[Collected data]
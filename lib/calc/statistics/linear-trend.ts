import { CalcError } from '../calc-error'
import { meanOf, squaresAbout } from '../shared/moments'
import { takeOptionalNumber } from '../validate/number'
import { takePairs } from '../validate/pairs'
import { finiteResult } from '../validate/result'
import { membersOf, takeList } from '../validate/shape'
import { coverageRule } from './rules'
import { coverageFactorOf } from './student-t-quantile'

export interface TrendPoint { readonly hours: number, readonly value: number }

export interface LinearTrendInput {
  readonly limit?: number
  readonly atHours?: number
  readonly coverage?: number
}

export interface TrendPrediction {
  readonly hours: number
  readonly value: number
  readonly lower: number
  readonly upper: number
}

export interface LinearTrend {
  readonly slopePerH: number
  readonly intercept: number
  readonly slopeSe: number
  readonly interceptSe: number
  readonly residualSd: number
  /** For one further reading at `atHours`; `null` when none was asked for. */
  readonly prediction: TrendPrediction | null
  /** From the latest point on; `null` where no limit was given, none is approached for certain, or it lies behind. */
  readonly hoursToLimit: number | null
}

const takePoints = (points: unknown): [number[], number[]] => {
  const [hours, values] = takePairs(
    takeList(points, 'points', 'The list of points', 3), 'points', 'Point',
    { key: 'hours', unit: 'h', nameOf: (n) => `The hours of point ${n}` }, { key: 'value', unit: '', nameOf: (n) => `The value of point ${n}` },
  )
  if (hours.every((entry) => entry === hours[0])) {
    throw new CalcError({ field: 'points', value: points, limit: 'two different hours', unit: 'h', message: 'The points must lie at two different hours at least: one moment has no trend.' })
  }
  return [hours, values]
}

/**
 * Straight line through readings over the hours: `{ slopePerH, intercept, slopeSe, interceptSe, residualSd, prediction, hoursToLimit }`;
 * slopePerH and slopeSe in the unit of the value per hour, intercept (at hour 0), interceptSe and residualSd in the unit of the value, hoursToLimit in hours.
 *
 * slope = Σ(h − h̄)(v − v̄)/Σ(h − h̄)²; intercept = v̄ − slope·h̄; s = √(Σ residual²/(n − 2)); slopeSe = s/√Σ(h − h̄)²; interceptSe = s·√(1/n + h̄²/Σ(h − h̄)²);
 * prediction `{ hours, value, lower, upper }`: value = intercept + slope·hours, bounds value ∓ t·s·√(1 + 1/n + (hours − h̄)²/Σ(h − h̄)²), for one further reading,
 * t Student's at (1 + coverage)/2 with n − 2 degrees of freedom; hoursToLimit = (limit − intercept)/slope − the latest hours.
 *
 * Validity: readings that scatter evenly about a straight line; wear that quickens is not one. `hoursToLimit` is `null` when |slope| ≤ t·slopeSe (no trend is
 * certain) or when the line is past the limit or leads away from it.
 * Source: common practice, no published source (least squares).
 *
 * @param points three at least, each `{ hours, value }`: hours in hours, any finite numbers, two of them different, in any order; value in any one unit
 * @param options.limit value to reach, in the unit of the values, any finite number; left out when there is none
 * @param options.atHours hours to predict a reading at, any finite number; left out when none is asked for
 * @param options.coverage share of cases the bounds shall cover, without unit, > 0 and < 1, 0.95 when left out
 * @throws CalcError on `points`, `points.i.hours`, `points.i.value`, `limit`, `atHours` or `coverage`
 * @example
 * linearTrend([{ hours: 0, value: 1 }, { hours: 10, value: 3 }, { hours: 20, value: 5 }], { limit: 8 }).hoursToLimit // → 15.000000
 * linearTrend([{ hours: 0, value: 1 }, { hours: 10, value: 2 }, { hours: 20, value: 2 }]) // → { slopePerH: 0.050000, intercept: 1.166667, slopeSe: 0.028868, interceptSe: 0.372678, residualSd: 0.408248, prediction: null, hoursToLimit: null }
 */
export const linearTrend = (points: readonly TrendPoint[], options: LinearTrendInput = {}): LinearTrend => {
  const [hours, values] = takePoints(points)
  const members = membersOf(options)
  const limit = takeOptionalNumber(members.limit, 'limit', { name: 'The limit', unit: '' }, null)
  const atHours = takeOptionalNumber(members.atHours, 'atHours', { name: 'The hours to predict at', unit: 'h' }, null)
  const coverage = takeOptionalNumber(members.coverage, 'coverage', coverageRule, 0.95)

  const count = hours.length
  const meanHours = meanOf(hours)
  const meanValue = meanOf(values)
  // Hours and values as shares of their widest deviation: squares stay within a number's range, and the line goes through (0, level).
  const { largest: span } = squaresAbout(hours, meanHours)
  const { largest: height } = squaresAbout(values, meanValue)
  const scale = height === 0 ? 1 : height
  const u = hours.map((entry) => (entry - meanHours) / span)
  const v = values.map((value) => (value - meanValue) / scale)
  let uu = 0
  let uv = 0
  for (let i = 0; i < count; i += 1) {
    const x = u[i] ?? 0
    uu += x * x
    uv += x * (v[i] ?? 0)
  }
  const lean = uv / uu
  let squares = 0
  for (let i = 0; i < count; i += 1) squares += ((v[i] ?? 0) - lean * (u[i] ?? 0)) ** 2
  const spread = Math.sqrt(squares / (count - 2))
  const leanSe = spread / Math.sqrt(uu)
  const of = (result: number): number => finiteResult(result, 'points', points)
  const slopePerH = of(scale * (lean / span))
  const residualSd = of(scale * spread)
  const intercept = of(meanValue - scale * lean * (meanHours / span))
  const slopeSe = of(scale * (leanSe / span))
  const interceptSe = of(residualSd * Math.sqrt(1 / count + (meanHours / span) ** 2 / uu))
  const t = finiteResult(coverageFactorOf(coverage, count - 2), 'coverage', coverage)

  const predictAt = (at: number): TrendPrediction => {
    const x = (at - meanHours) / span
    const bound = (result: number): number => finiteResult(result, 'atHours', at, 'h')
    const value = bound(meanValue + scale * lean * x)
    const reach = t * residualSd * Math.sqrt(1 + 1 / count + (x * x) / uu)
    return { hours: at, value, lower: bound(value - reach), upper: bound(value + reach) }
  }
  const hoursTo = (goal: number): number | null => {
    if (Math.abs(lean) <= t * leanSe) return null
    let latest = -Infinity
    for (const x of u) latest = Math.max(latest, x)
    const ahead = finiteResult(span * ((goal - meanValue) / scale / lean - latest), 'limit', goal)
    return ahead < 0 ? null : ahead
  }
  return {
    slopePerH, intercept, slopeSe, interceptSe, residualSd,
    prediction: atHours === null ? null : predictAt(atHours),
    hoursToLimit: limit === null ? null : hoursTo(limit),
  }
}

* _TASK TO CARRY OUT_
Lines in the data above may contain the word "TrendPrediction"; count them and give only the number.

* _WRITTEN ANSWER_
3